* TASK DESCRIPTION
In the records that follow, locate every line with "CustomerPickerProps" and extract it.

* RECORDS FOR THE TASK
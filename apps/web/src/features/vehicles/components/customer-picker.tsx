import { customerInputSchema, type Customer } from '@tappet/contracts';
import { Button, FormMessage, Select, TextField } from '@tappet/ui';
import { useState } from 'react';
import { errorMessage } from '../../../lib/api-client';
import { zodFieldErrors, type FieldErrors } from '../../../lib/forms';
import { useCreateCustomer, useCustomers } from '../api/customers';

export interface CustomerPickerProps {
  shopId: string;
  /** The chosen customer (id and name), or null. */
  value: { id: string; name: string } | null;
  onChange: (customer: { id: string; name: string } | null) => void;
  /** Whether the person may add customers (the owner). */
  canCreate: boolean;
  label: string;
  error?: string;
}

/**
 * Picks the vehicle's owner or consignor: type to narrow the list, choose one, or add a new
 * customer on the spot (name, e-mail, phone) without leaving the vehicle form.
 */
export function CustomerPicker({ shopId, value, onChange, canCreate, label, error }: CustomerPickerProps) {
  const [q, setQ] = useState('');
  const [adding, setAdding] = useState(false);
  const [draft, setDraft] = useState({ name: '', email: '', phone: '' });
  const [draftErrors, setDraftErrors] = useState<FieldErrors>({});
  const customers = useCustomers(shopId, q.trim());
  const create = useCreateCustomer(shopId);
  const found = customers.data?.items ?? [];
  const options = [...(value && !found.some((c) => c.id === value.id) ? [value] : []), ...found];

  function add() {
    const parsed = customerInputSchema.safeParse({ name: draft.name, email: draft.email, phone: draft.phone });
    if (!parsed.success) {
      setDraftErrors(zodFieldErrors(parsed.error));
      return;
    }
    setDraftErrors({});
    create.mutate(
      { name: draft.name, email: draft.email || null, phone: draft.phone || null },
      {
        onSuccess: (c: Customer) => {
          onChange({ id: c.id, name: c.name });
          setAdding(false);
          setDraft({ name: '', email: '', phone: '' });
        },
      },
    );
  }

  return (
    <fieldset className="flex flex-col gap-3 rounded-md border border-line p-3">
      <legend className="px-1 font-bold">{label}</legend>
      <div className="grid grid-cols-1 gap-3 sm:grid-cols-2">
        <TextField label="Find a customer" type="search" value={q} onChange={(e) => setQ(e.currentTarget.value)} hint="Name, e-mail or phone." autoComplete="off" />
        <Select
          label="Customer"
          value={value?.id ?? ''}
          error={error}
          onChange={(e) => {
            const id = e.currentTarget.value;
            const picked = options.find((c) => c.id === id);
            onChange(picked ? { id: picked.id, name: picked.name } : null);
          }}
          options={[{ value: '', label: customers.isPending ? 'Loading…' : 'None' }, ...options.map((c) => ({ value: c.id, label: c.name }))]}
        />
      </div>
      {canCreate && !adding && (
        <div>
          <Button type="button" variant="secondary" size="sm" onClick={() => setAdding(true)}>
            New customer…
          </Button>
        </div>
      )}
      {adding && (
        <div className="flex flex-col gap-3 rounded-md bg-sunk p-3" role="group" aria-label="New customer">
          {create.isError && <FormMessage>{errorMessage(create.error)}</FormMessage>}
          <div className="grid grid-cols-1 gap-3 sm:grid-cols-3">
            <TextField label="Name" value={draft.name} onChange={(e) => setDraft({ ...draft, name: e.currentTarget.value })} error={draftErrors.name} autoComplete="off" />
            <TextField label="E-mail" type="email" value={draft.email} onChange={(e) => setDraft({ ...draft, email: e.currentTarget.value })} error={draftErrors.email} hint="Optional." autoComplete="off" />
            <TextField label="Phone" type="tel" value={draft.phone} onChange={(e) => setDraft({ ...draft, phone: e.currentTarget.value })} error={draftErrors.phone} hint="Optional." autoComplete="off" />
          </div>
          <div className="flex gap-2">
            <Button type="button" size="sm" onClick={add} loading={create.isPending}>
              Add customer
            </Button>
            <Button type="button" variant="secondary" size="sm" onClick={() => setAdding(false)}>
              Cancel
            </Button>
          </div>
        </div>
      )}
    </fieldset>
  );
}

* RESPONSE TO THE EXERCISE
export interface CustomerPickerProps {
export function CustomerPicker({ shopId, value, onChange, canCreate, label, error }: CustomerPickerProps) {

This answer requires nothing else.